- [Information given]
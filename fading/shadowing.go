package fading

import (
	"math"
	"math/rand/v2"
)

// ShadowingConfig configures log-normal shadowing correlated in distance
// travelled (Gudmundson, Electron. Lett. 27(23), 1991).
type ShadowingConfig struct {
	SigmaDB        float64 // standard deviation of the shadowing in dB, in [0, 30]
	DecorrelationM float64 // decorrelation distance D in m (correlation 1/e at D), > 0
	SpeedMps       float64 // mobile speed in m/s, >= 0 (0: frozen shadowing)
	SamplePeriodS  float64 // time between samples T in s, > 0
}

// Validate returns a *ParamError naming the first bad field.
func (c ShadowingConfig) Validate() error {
	if err := checkRange("SigmaDB", c.SigmaDB, 0, 30, "dB"); err != nil {
		return err
	}
	if !finite(c.DecorrelationM) || c.DecorrelationM <= 0 {
		return paramErr("DecorrelationM", "must be finite and > 0 m, got %g", c.DecorrelationM)
	}
	if !finite(c.SpeedMps) || c.SpeedMps < 0 {
		return paramErr("SpeedMps", "must be finite and >= 0 m/s, got %g", c.SpeedMps)
	}
	if !finite(c.SamplePeriodS) || c.SamplePeriodS <= 0 {
		return paramErr("SamplePeriodS", "must be finite and > 0 s, got %g", c.SamplePeriodS)
	}
	return nil
}

// Coefficient returns the AR(1) coefficient a = ε_D^(vT/D) with ε_D = e^−1,
// i.e. a = exp(−v T / D): the correlation between successive samples.
func (c ShadowingConfig) Coefficient() float64 {
	return math.Exp(-c.SpeedMps * c.SamplePeriodS / c.DecorrelationM)
}

// Shadowing generates log-normal shadowing in dB as a stationary Gaussian
// AR(1) process after Gudmundson (1991): s_{k+1} = a s_k + σ √(1−a²) w_k,
// w_k ~ N(0,1), s_0 ~ N(0, σ²), a = exp(−vT/D), so that the correlation at a
// distance Δx travelled is R(Δx) = σ² e^(−Δx/D).
type Shadowing struct {
	a, b, s float64
	r       *rand.Rand
}

// NewShadowing returns a shadowing process drawing from r (use
// NewStream(seed, user, 0, StreamShadowing)). It returns a *ParamError for
// an invalid configuration or a nil r ("r").
func NewShadowing(cfg ShadowingConfig, r *rand.Rand) (*Shadowing, error) {
	if err := cfg.Validate(); err != nil {
		return nil, err
	}
	if r == nil {
		return nil, paramErr("r", "random stream must not be nil")
	}
	a := cfg.Coefficient()
	return &Shadowing{a: a, b: cfg.SigmaDB * math.Sqrt(1-a*a), s: cfg.SigmaDB * r.NormFloat64(), r: r}, nil
}

// FillDB writes len(dst) consecutive shadowing samples in dB; successive
// calls continue the same process. It allocates nothing.
func (s *Shadowing) FillDB(dst []float64) {
	for i := range dst {
		dst[i] = s.s
		s.s = s.a*s.s + s.b*s.r.NormFloat64()
	}
}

- [What to produce] Your answer must contain every line of the records, exactly.

- [Worked solution]
filename fading/shadowing.go
package fading

import (
	"math"
	"math/rand/v2"
)

// ShadowingConfig configures log-normal shadowing correlated in distance
// travelled (Gudmundson, Electron. Lett. 27(23), 1991).
type ShadowingConfig struct {
	SigmaDB        float64 // standard deviation of the shadowing in dB, in [0, 30]
	DecorrelationM float64 // decorrelation distance D in m (correlation 1/e at D), > 0
	SpeedMps       float64 // mobile speed in m/s, >= 0 (0: frozen shadowing)
	SamplePeriodS  float64 // time between samples T in s, > 0
}

// Validate returns a *ParamError naming the first bad field.
func (c ShadowingConfig) Validate() error {
	if err := checkRange("SigmaDB", c.SigmaDB, 0, 30, "dB"); err != nil {
		return err
	}
	if !finite(c.DecorrelationM) || c.DecorrelationM <= 0 {
		return paramErr("DecorrelationM", "must be finite and > 0 m, got %g", c.DecorrelationM)
	}
	if !finite(c.SpeedMps) || c.SpeedMps < 0 {
		return paramErr("SpeedMps", "must be finite and >= 0 m/s, got %g", c.SpeedMps)
	}
	if !finite(c.SamplePeriodS) || c.SamplePeriodS <= 0 {
		return paramErr("SamplePeriodS", "must be finite and > 0 s, got %g", c.SamplePeriodS)
	}
	return nil
}

// Coefficient returns the AR(1) coefficient a = ε_D^(vT/D) with ε_D = e^−1,
// i.e. a = exp(−v T / D): the correlation between successive samples.
func (c ShadowingConfig) Coefficient() float64 {
	return math.Exp(-c.SpeedMps * c.SamplePeriodS / c.DecorrelationM)
}

// Shadowing generates log-normal shadowing in dB as a stationary Gaussian
// AR(1) process after Gudmundson (1991): s_{k+1} = a s_k + σ √(1−a²) w_k,
// w_k ~ N(0,1), s_0 ~ N(0, σ²), a = exp(−vT/D), so that the correlation at a
// distance Δx travelled is R(Δx) = σ² e^(−Δx/D).
type Shadowing struct {
	a, b, s float64
	r       *rand.Rand
}

// NewShadowing returns a shadowing process drawing from r (use
// NewStream(seed, user, 0, StreamShadowing)). It returns a *ParamError for
// an invalid configuration or a nil r ("r").
func NewShadowing(cfg ShadowingConfig, r *rand.Rand) (*Shadowing, error) {
	if err := cfg.Validate(); err != nil {
		return nil, err
	}
	if r == nil {
		return nil, paramErr("r", "random stream must not be nil")
	}
	a := cfg.Coefficient()
	return &Shadowing{a: a, b: cfg.SigmaDB * math.Sqrt(1-a*a), s: cfg.SigmaDB * r.NormFloat64(), r: r}, nil
}

// FillDB writes len(dst) consecutive shadowing samples in dB; successive
// calls continue the same process. It allocates nothing.
func (s *Shadowing) FillDB(dst []float64) {
	for i := range dst {
		dst[i] = s.s
		s.s = s.a*s.s + s.b*s.r.NormFloat64()
	}
}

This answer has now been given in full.